OECD tarafından bugün yayımlanan ve eğitim sistemlerine dair en kapsamlı karşılaştırmalı verileri sunan “Bir Bakışta Eğitim 2025″ raporuna göre Türkiye, eğitimde güçlü bir yükseliş gösteriyor. Rapor, Türkiye’nin eğitimde kapsayıcılığı artırma ve genç nüfusu eğitime kazandırma alanlarında OECD ülkeleri arasında öne çıktığını ortaya koyuyor.

OKULLAŞMADA BÜYÜK ARTIŞ

Son on yılda, Türkiye’de 3-5 yaş arası çocukların okullaşma oranı %28’den %54’e yükseldi. Bu artış, OECD ülkeleri arasında en yüksek artışlardan biri olarak kayda geçti. Ayrıca, 5 yaş grubunda okullaşma oranı %98’e ulaşarak %86 olan OECD ortalamasının üzerine çıktı.

Ayrıca 15-19 yaş grubundaki okullaşma oranı %69’dan %79’a yükseldi. Türkiye, bu oranla %84 olan OECD ortalamasına yaklaşırken, ABD (%80) ve İngiltere (%81) gibi ülkelerle benzer bir düzeye ulaştı.

Bununla birlikte OECD verilerine göre Türkiye’de 25-34 yaş grubunda ortaöğretimi tamamlamayanların oranı 2019’da %41 iken 2024’te %28’e geriledi.

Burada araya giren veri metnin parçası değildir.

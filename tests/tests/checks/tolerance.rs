//! Checks of the chain tolerance analyses (`flipwright::tolerance`): reproducibility of the
//! Monte Carlo run, the binomial statistics against their published formulas, the chain worst
//! case against the stage worst case it combines, and typed errors on bad options.

use flipwright::chain::loads::StageLoads;
use flipwright::design_file::DesignFile;
use flipwright::device::ebers_moll::EbersMoll;
use flipwright::stage::margins::MarginKind;
use flipwright::stage::synthesis::synthesise;
use flipwright::stage::worst_case;
use flipwright::stage::{Load, StageDesign};
use flipwright::tolerance::statistics::{sample_size, wilson_interval, wilson_two_sided};
use flipwright::tolerance::{
    chain_worst_case, monte_carlo_yield, Distribution, LoadedChain, MonteCarloOptions, ToleranceError,
};
use proptest::prelude::*;

/// The demo design with its values chosen by synthesis.
fn demo() -> StageDesign {
    static DEMO: std::sync::OnceLock<StageDesign> = std::sync::OnceLock::new();
    DEMO.get_or_init(|| {
        let file = DesignFile::demo();
        let mut input = file.synthesis_input().expect("demo input");
        input.values = synthesise(&input).expect("demo synthesises").values;
        StageDesign::new(input).expect("demo validates")
    })
    .clone()
}

fn options(trials: u32, seed: u64, distribution: Distribution) -> MonteCarloOptions {
    MonteCarloOptions { trials, seed, distribution, ..MonteCarloOptions::default() }
}

/// Reproducibility (our own requirement, no outside source): one seed gives the same run bit
/// for bit, another seed a different one, for both distributions.
#[test]
fn same_seed_same_digest_and_report_different_seed_different_digest() {
    let chain = LoadedChain::uniform(&demo(), 4).expect("chain");
    for distribution in [Distribution::Uniform, Distribution::Normal] {
        let a = monte_carlo_yield(&chain, &options(2000, 11, distribution)).expect("run a");
        let b = monte_carlo_yield(&chain, &options(2000, 11, distribution)).expect("run b");
        let c = monte_carlo_yield(&chain, &options(2000, 12, distribution)).expect("run c");
        assert_eq!(a, b, "{distribution:?}: same seed, same report");
        assert_eq!(a.digest.len(), 16);
        assert_ne!(a.digest, c.digest, "{distribution:?}: different seeds, different digests");
    }
    let u = monte_carlo_yield(&chain, &options(2000, 11, Distribution::Uniform)).expect("uniform");
    let n = monte_carlo_yield(&chain, &options(2000, 11, Distribution::Normal)).expect("normal");
    assert_ne!(u.digest, n.digest, "the distribution changes the draws");
}

/// Wilson score interval, computed here independently from the closed form of E. B. Wilson,
/// JASA 22 (1927), as written by Agresti & Coull, Am. Stat. 52 (1998), eq. (2):
/// [p̂ + z²/2n ± z√(p̂(1−p̂)/n + z²/4n²)] / (1 + z²/n).
fn wilson_by_formula(x: f64, n: f64, z: f64) -> (f64, f64) {
    let p = x / n;
    let centre = p + z * z / (2.0 * n);
    let spread = z * (p * (1.0 - p) / n + z * z / (4.0 * n * n)).sqrt();
    let scale = 1.0 + z * z / n;
    ((centre - spread) / scale, (centre + spread) / scale)
}

#[test]
fn wilson_interval_matches_the_closed_formula() {
    let z = 1.959_963_984_540_054; // z(0.975), normal table (common practice)
    for (x, n) in [(0u64, 10u64), (1, 10), (5, 10), (9, 10), (10, 10), (81, 263), (950, 1000), (9990, 10000)]
    {
        let (low, high) = wilson_by_formula(x as f64, n as f64, z);
        let ours = wilson_interval(x, n, z);
        assert!((ours.low - low.max(0.0)).abs() < 1e-12, "{x}/{n}: low {} vs {low}", ours.low);
        assert!((ours.high - high.min(1.0)).abs() < 1e-12, "{x}/{n}: high {} vs {high}", ours.high);
        // The confidence level is turned into z by our own quantile.
        let by_level = wilson_two_sided(x, n, 0.95);
        assert!((by_level.low - ours.low).abs() < 1e-8 && (by_level.high - ours.high).abs() < 1e-8);
    }
}

/// A quoted case, value from memory: R. G. Newcombe, Statistics in Medicine 17 (1998),
/// example 81/263 (p̂ = 0.308): 95 % score (Wilson) interval without continuity correction
/// 0.2553 … 0.3662.
#[test]
fn wilson_interval_of_a_quoted_case() {
    let i = wilson_two_sided(81, 263, 0.95);
    assert!((i.low - 0.2553).abs() < 0.00006, "low {}", i.low);
    assert!((i.high - 0.3662).abs() < 0.00006, "high {}", i.high);
}

/// Sample size for a proportion, n = z²p(1−p)/E² (W. G. Cochran, Sampling Techniques, 1977):
/// p = 0.5, E = 0.05 at 95 % gives 384.1 → 385, the common textbook figure.
#[test]
fn cochran_sample_size_of_the_textbook_case() {
    assert_eq!(sample_size(0.5, 0.05, 0.95), Some(385));
    // p = 0.5, E = 0.01 at 95 %: 9603.6 → 9604 (same formula, common practice).
    assert_eq!(sample_size(0.5, 0.01, 0.95), Some(9604));
    assert_eq!(sample_size(f64::NAN, 0.05, 0.95), None);
}

fn worst(report: &flipwright::tolerance::ChainWorstCase, kind: MarginKind) -> f64 {
    report.margins.iter().find(|m| m.kind == kind).map(|m| m.worst).expect("margin present")
}

/// The chain worst case against the stage worst case it combines (definition, no outside
/// source): never above nominal, equal to the smallest per-stage worst, and the stage with
/// the heavier load on Q2 limits the output swing (a heavier resistive load pulls the off
/// collector's high level down: Ohm's law, common practice).
#[test]
fn chain_worst_case_combines_the_stage_worst_cases() {
    let design = demo();
    let own = design.input().loads;
    let heavy = Load::Resistance { resistance_ohm: 10e3, return_v: 0.0 };
    let loads = [
        StageLoads { stage: 0, loads: own, capacitance_f: [0.0; 2], sources: Vec::new() },
        StageLoads { stage: 1, loads: [own[0], heavy], capacitance_f: [0.0; 2], sources: Vec::new() },
        StageLoads { stage: 2, loads: own, capacitance_f: [0.0; 2], sources: Vec::new() },
    ];
    let chain = LoadedChain::from_loads(&design, &loads).expect("chain");
    assert_eq!(chain.distinct.len(), 2);
    let report = chain_worst_case(&chain).expect("worst case");
    assert_eq!(report.stage_count, 3);
    for m in &report.margins {
        assert!(
            m.worst <= m.nominal + 1e-12 * m.nominal.abs().max(1.0),
            "{:?}: worst {} above nominal {}",
            m.kind,
            m.worst,
            m.nominal
        );
    }
    let mut per_stage = Vec::new();
    for d in &chain.distinct {
        let model = EbersMoll::from_datasheet(d.transistor()).expect("model").model;
        per_stage.push(worst_case::analyse(d, &model).expect("stage worst case"));
    }
    for m in &report.margins {
        let smallest = per_stage
            .iter()
            .filter_map(|r| r.margins.iter().find(|w| w.kind == m.kind).map(|w| w.worst))
            .fold(f64::INFINITY, f64::min);
        assert_eq!(m.worst, smallest, "{:?}", m.kind);
    }
    let swing = report.margins.iter().find(|m| m.kind == MarginKind::OutputSwing).expect("swing");
    assert_eq!(swing.limiting_stage, 1, "the heavily loaded stage limits the swing");
    assert!(
        worst(&report, MarginKind::OutputSwing)
            < per_stage[0].margins.iter().find(|w| w.kind == MarginKind::OutputSwing).expect("swing").worst
    );
}

/// Bad options are typed errors naming the field (our own rule: no panic on user input).
#[test]
fn bad_options_are_typed_errors() {
    let chain = LoadedChain::uniform(&demo(), 2).expect("chain");
    let field = |o: MonteCarloOptions| match monte_carlo_yield(&chain, &o) {
        Err(ToleranceError::InvalidOption { field, .. }) => field,
        other => panic!("expected an invalid option, got {other:?}"),
    };
    assert_eq!(field(MonteCarloOptions { trials: 0, ..MonteCarloOptions::default() }), "trials");
    assert_eq!(
        field(MonteCarloOptions { confidence: f64::NAN, ..MonteCarloOptions::default() }),
        "confidence"
    );
    assert_eq!(
        field(MonteCarloOptions { half_width: f64::NAN, ..MonteCarloOptions::default() }),
        "half_width"
    );
    assert_eq!(
        field(MonteCarloOptions { histogram_bins: 0, ..MonteCarloOptions::default() }),
        "histogram_bins"
    );
    assert!(matches!(LoadedChain::uniform(&demo(), 0), Err(ToleranceError::InvalidOption { .. })));
    // A NaN tolerance never reaches the analysis: the design does not validate.
    let mut input = demo().input().clone();
    input.conditions.resistor_tolerance = f64::NAN;
    assert!(StageDesign::new(input).is_err());
}

proptest! {
    #![proptest_config(ProptestConfig::with_cases(48))]
    /// Any options give a report or a typed error, never a panic; a report's yield lies in
    /// its own interval.
    #[test]
    fn any_options_give_a_report_or_a_typed_error(
        trials in 0u32..300,
        seed in any::<u64>(),
        confidence in prop_oneof![Just(f64::NAN), Just(f64::INFINITY), -1.0f64..2.0],
        half_width in prop_oneof![Just(f64::NAN), -1.0f64..1.0],
        bins in 0u32..300,
        normal in any::<bool>(),
    ) {
        let chain = LoadedChain::uniform(&demo(), 2).expect("chain");
        let o = MonteCarloOptions {
            trials, seed, confidence, half_width, histogram_bins: bins,
            distribution: if normal { Distribution::Normal } else { Distribution::Uniform },
        };
        match monte_carlo_yield(&chain, &o) {
            Ok(r) => {
                prop_assert!(r.interval.low <= r.yield_fraction && r.yield_fraction <= r.interval.high);
                prop_assert!(r.lower_bound <= r.yield_fraction);
            }
            Err(ToleranceError::InvalidOption { .. }) => {}
            Err(other) => prop_assert!(false, "unexpected error {other:?}"),
        }
    }
}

Bu düşüş, OECD ortalamasına kıyasla çok daha hızlı bir iyileşmeyi işaret ediyor.

YÜKSEKÖĞRETİM OKUL TERKİNDEN EN DÜŞÜK ÜLKELERDEN BİRİ

Rapordaki önemli bulgulardan biri de Türkiye’nin yükseköğretimdeki başarı düzeyi oldu. Türkiye’de lisans programlarında ilk yıl okul terk oranı yalnızca %1. Bu oran, %13 olan OECD ortalamasına göre en düşük terk oranı anlamına geliyor.

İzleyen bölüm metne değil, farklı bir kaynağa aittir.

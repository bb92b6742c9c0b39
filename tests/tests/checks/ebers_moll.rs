//! Checks of the Ebers–Moll model: saturation voltage (Jaeger & Blalock), datasheet derivation, Moll's storage constant and IS(T).

use flipwright::device::archetypes::{self, TRANSISTOR_ARCHETYPE_IDS};
use flipwright::device::ebers_moll::{
    saturation_voltage, scale_saturation_current, storage_time_constant, EbersMoll,
};
use flipwright::device::Polarity;

use crate::handbook::assert_relative;

/// CODATA 2018 exact constants, written here so the test does not lean on the library's.
const K: f64 = 1.380_649e-23;
const Q: f64 = 1.602_176_634e-19;

fn vt(celsius: f64) -> f64 {
    K * (celsius + 273.15) / Q
}

/// Jaeger & Blalock, *Microelectronic Circuit Design* (also Hodges & Jackson):
/// VCE(sat) = VT·ln{[1 + (βf + 1)/βR] / [1 − βf/βF]}, evaluated in the test.
fn jaeger_blalock(vt: f64, forced: f64, beta_f: f64, beta_r: f64) -> f64 {
    vt * ((1.0 + (forced + 1.0) / beta_r) / (1.0 - forced / beta_f)).ln()
}

/// A plain intrinsic model (no leakage, no series resistances) at `celsius`.
fn intrinsic(beta_f: f64, beta_r: f64, celsius: f64) -> EbersMoll {
    EbersMoll {
        polarity: Polarity::Npn,
        temperature_c: celsius,
        saturation_current_a: 1e-14,
        beta_forward: beta_f,
        beta_reverse: beta_r,
        forward_transit_s: 0.5e-9,
        reverse_transit_s: 50e-9,
        emitter_junction_capacitance_f: 0.0,
        collector_junction_capacitance_f: 0.0,
        emitter_junction_potential_v: 0.75,
        collector_junction_potential_v: 0.75,
        junction_grading: 0.33,
        base_resistance_ohm: 0.0,
        collector_resistance_ohm: 0.0,
        leakage_a: 0.0,
        band_gap_ev: 1.11,
    }
}

/// Bisection on an increasing function `f` for `f(x) = target` in [low, high].
fn solve_increasing(mut f: impl FnMut(f64) -> f64, target: f64, mut low: f64, mut high: f64) -> f64 {
    assert!(f(low) < target && f(high) > target, "not bracketed");
    for _ in 0..200 {
        let middle = 0.5 * (low + high);
        if f(middle) < target {
            low = middle;
        } else {
            high = middle;
        }
        if high - low < 1e-15 {
            break;
        }
    }
    0.5 * (low + high)
}

/// Junction voltages (VBE, VBC) at which `model.evaluate` gives IC = `ic` and IB = `ib`,
/// found independently of the library: for each trial VCE, bisect VBE (with VBC = VBE − VCE)
/// to give IB; then bisect VCE until IC matches (at fixed IB, IC rises from below zero at
/// VCE = 0 towards βF·IB in the active region).
fn saturated_junctions(model: &EbersMoll, ic: f64, ib: f64) -> (f64, f64) {
    let vbe_for =
        |vce: f64| solve_increasing(|vbe| model.evaluate(vbe, vbe - vce).base_current_a, ib, -0.5, 1.5);
    let vce = solve_increasing(
        |vce| model.evaluate(vbe_for(vce), vbe_for(vce) - vce).collector_current_a,
        ic,
        0.0,
        1.0,
    );
    let vbe = vbe_for(vce);
    (vbe, vbe - vce)
}

#[test]
fn saturation_voltage_matches_jaeger_blalock_stated_case() {
    // βF 100, βR 1, βf 10, VT 25.85 mV: 25.85 mV·ln(12/0.9) = 66.958 mV (hand-evaluated; the
    // tolerance is half a unit of the 5th figure).
    let got = saturation_voltage(25.85e-3, 10.0, 100.0, 1.0).expect("βf < βF saturates");
    assert!((got - 66.958e-3).abs() < 0.5e-6, "VCE(sat) {got}");
    // Same formula, other cases, against the test's own evaluation (1e-12: same arithmetic
    // up to operation order).
    for (forced, beta_f, beta_r) in
        [(10.0, 100.0, 1.0), (1.0, 50.0, 0.1), (40.0, 50.0, 5.0), (5.0, 300.0, 0.02)]
    {
        let v = vt(25.0);
        let got = saturation_voltage(v, forced, beta_f, beta_r).expect("saturated");
        assert_relative(
            got,
            jaeger_blalock(v, forced, beta_f, beta_r),
            1e-12,
            &format!("βf {forced}, βF {beta_f}, βR {beta_r}"),
        );
    }
}

#[test]
fn saturation_voltage_is_undefined_at_or_beyond_the_forward_gain() {
    // βf ≥ βF: the denominator 1 − βf/βF ≤ 0, the transistor is not saturated (Jaeger & Blalock).
    assert!(saturation_voltage(25.85e-3, 100.0, 100.0, 1.0).is_none());
    assert!(saturation_voltage(25.85e-3, 150.0, 100.0, 1.0).is_none());
}

#[test]
fn ebers_moll_equations_solved_numerically_give_the_closed_form_saturation_voltage() {
    // Solving the Ebers–Moll equations (Ebers & Moll 1954, as in `evaluate`) for a forced
    // IC/IB must land on the closed form, which is derived from the same equations with the
    // "−1" terms dropped; these are IS/IB ≈ 1e-10 relative, i.e. far below the 1 µV tolerance.
    for (celsius, forced, beta_f, beta_r, ic) in [
        (25.0, 10.0, 100.0, 1.0, 1e-3),
        (25.0, 10.0, 120.0, 0.25, 10e-3),
        (75.0, 30.0, 60.0, 2.0, 5e-3),
        (-40.0, 5.0, 40.0, 0.05, 2e-3),
    ] {
        let model = intrinsic(beta_f, beta_r, celsius);
        let (vbe, vbc) = saturated_junctions(&model, ic, ic / forced);
        let expected = jaeger_blalock(vt(celsius), forced, beta_f, beta_r);
        let got = vbe - vbc;
        assert!(
            (got - expected).abs() < 1e-6,
            "{celsius} °C, βf {forced}, βF {beta_f}, βR {beta_r}: numerical VCE(sat) {got} V, closed form {expected} V"
        );
    }
}

#[test]
fn derived_models_reproduce_the_archetype_saturation_data() {
    for id in TRANSISTOR_ARCHETYPE_IDS {
        let sheet = archetypes::transistor(id).expect("listed archetype");
        let model = EbersMoll::from_datasheet(&sheet).unwrap_or_else(|| panic!("{id}: no model")).model;
        let ic = sheet.sat_test_current_a;
        let (vbe, vbc) = saturated_junctions(&model, ic, ic / sheet.sat_forced_gain);
        // VBE(sat) at the datasheet test point: IS is fitted to it, so the model must land
        // within 5 mV (the fit drops the −1 terms and the leakage, which move VBE by well under
        // 1 mV; 5 mV is the resolution a datasheet quotes VBE(sat) to).
        assert!(
            (vbe - sheet.vbe_sat_typ_v).abs() < 5e-3,
            "{id}: VBE at the saturation test point {vbe:.4} V, datasheet {} V",
            sheet.vbe_sat_typ_v
        );
        // VCE(sat) = intrinsic VCE + IC·RC(series): within 1 mV of the datasheet value.
        let vce = vbe - vbc + ic * model.collector_resistance_ohm;
        assert!(
            (vce - sheet.vce_sat_typ_v).abs() < 1e-3,
            "{id}: VCE(sat) {vce:.4} V, datasheet {} V",
            sheet.vce_sat_typ_v
        );
    }
}

#[test]
fn derived_models_reproduce_the_datasheet_storage_constant_by_molls_relation() {
    for id in TRANSISTOR_ARCHETYPE_IDS {
        let sheet = archetypes::transistor(id).expect("listed archetype");
        let model = EbersMoll::from_datasheet(&sheet).unwrap_or_else(|| panic!("{id}: no model")).model;
        let tau_s = sheet.storage_time_constant().expect("archetypes give τS");
        assert!(model.reverse_transit_s > 0.0, "{id}: τR clamped to zero, relation cannot hold");
        // Round trip through the library's transit-time form.
        assert_relative(storage_time_constant(&model), tau_s, 1e-9, &format!("{id}: τS from derived τF, τR"));
        // Moll (Proc. IRE 1954) in his own terms: τS = (ωN + ωI)/(ωN·ωI·(1 − αN·αI)), with the
        // alpha cut-off frequencies from the transit times by charge control: ωT = 1/τF and
        // ωN = ωT/αN (likewise ωI = 1/(αI·τR)).
        let alpha_n = model.beta_forward / (1.0 + model.beta_forward);
        let alpha_i = model.beta_reverse / (1.0 + model.beta_reverse);
        let omega_n = 1.0 / (alpha_n * model.forward_transit_s);
        let omega_i = 1.0 / (alpha_i * model.reverse_transit_s);
        let moll = (omega_n + omega_i) / (omega_n * omega_i * (1.0 - alpha_n * alpha_i));
        assert_relative(moll, tau_s, 1e-9, &format!("{id}: Moll's frequency form"));
        // τF = 1/(2π·fT) (domain brief §4, common practice).
        assert_relative(
            model.forward_transit_s,
            1.0 / (2.0 * std::f64::consts::PI * sheet.ft_hz),
            1e-12,
            &format!("{id}: τF"),
        );
    }
}

/// IS(T) = IS(T0)·(T/T0)³·exp[(Eg/VT0)·(1 − T0/T)] (standard device-physics texts), in the test.
fn is_ratio(t0_c: f64, t_c: f64, eg: f64) -> f64 {
    let (t0, t) = (t0_c + 273.15, t_c + 273.15);
    (t / t0).powi(3) * ((eg / vt(t0_c)) * (1.0 - t0 / t)).exp()
}

#[test]
fn saturation_current_follows_the_band_gap_law() {
    for (t0, t, eg, label) in [
        (25.0, 35.0, 1.11, "Si 25→35 °C"),
        (25.0, 125.0, 1.11, "Si 25→125 °C"),
        (25.0, -55.0, 1.11, "Si 25→−55 °C"),
        (25.0, 35.0, 0.67, "Ge 25→35 °C"),
        (0.0, 60.0, 0.67, "Ge 0→60 °C"),
    ] {
        // 1e-12 relative: the same law, evaluated independently (different operation order).
        assert_relative(scale_saturation_current(1.0, t0, t, eg, 1.0), is_ratio(t0, t, eg), 1e-12, label);
    }
    // Value from memory: silicon IS roughly doubles every 5–6 °C near room temperature, so
    // 10 °C gives about 4× (accepted: 3.5×–5.5×).
    let ratio = scale_saturation_current(1.0, 25.0, 35.0, 1.11, 1.0);
    assert!((3.5..=5.5).contains(&ratio), "Si IS(35 °C)/IS(25 °C) = {ratio}");
    // The model's own temperature scaling uses the same law (emission coefficient 1).
    let model = intrinsic(100.0, 1.0, 25.0);
    let hot = model.at_temperature(35.0, 0.0, 10.0);
    assert_relative(
        hot.saturation_current_a / model.saturation_current_a,
        is_ratio(25.0, 35.0, 1.11),
        1e-12,
        "at_temperature",
    );
    assert_eq!(hot.temperature_c, 35.0);
}

#[test]
fn base_emitter_voltage_falls_about_two_millivolts_per_degree() {
    // Common practice (Sedra & Smith): VBE at constant current falls about 2 mV/°C for
    // silicon; accepted −1.5 … −2.5 mV/°C. Checked on the derived silicon archetype model
    // between 25 and 35 °C at 1 mA, in the forward-active region (VBC = −2 V).
    let sheet = archetypes::transistor("si-npn-switch-40v").expect("archetype");
    let model = EbersMoll::from_datasheet(&sheet).expect("model").model;
    let vbe_at = |m: &EbersMoll| {
        solve_increasing(|vbe| m.evaluate(vbe, vbe - 2.0).collector_current_a, 1e-3, 0.0, 1.2)
    };
    let cold = vbe_at(&model);
    let hot = vbe_at(&model.at_temperature(35.0, sheet.hfe_tempco_per_c, sheet.icbo_doubling_c));
    let slope = (hot - cold) / 10.0;
    assert!((-2.5e-3..=-1.5e-3).contains(&slope), "dVBE/dT = {:.3} mV/°C", slope * 1e3);
}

Rapora göre Türkiye’de lisans öğrencilerinin %64’ü süresinde, %86’sı ise beklenen mezuniyet yılından en geç üç yıl içinde mezun oluyor. Bu oranlar, Türkiye’nin yükseköğretimde öğrencilere sunduğu bütüncül desteklerin etkisini ortaya koyuyor.

STEM (fen, teknoloji, mühendislik, matematik) alanlarında %81, sağlık alanlarında ise %94’lük tamamlama oranı, OECD ortalamaları olan %58 ve %74’ün oldukça üzerinde kaydedildi. Ayrıca kadınların lisans tamamlama oranı, %91’le erkeklerin %80’lik oranının üzerinde gerçekleşti. Bu oranlar, kadınlarda OECD ortalaması olan %75’in ve erkeklerde %63’ün üstünde seyrederek, Türkiye’nin yükseköğretimde bu anlamda fırsat eşitliğini güçlendirdiğini gösterdi.

Yükseköğretimde uluslararası öğrencilerde yaşanan artış da rapora yansıdı. Türkiye’de 2018’de %1,7 olan uluslararası öğrenci oranı 2023’te %4,3’e yükseldi. Bu gelişme, Türkiye’nin yükseköğretim sisteminin bölgesel ve küresel ölçekte artan çekim gücünü yansıtıyor.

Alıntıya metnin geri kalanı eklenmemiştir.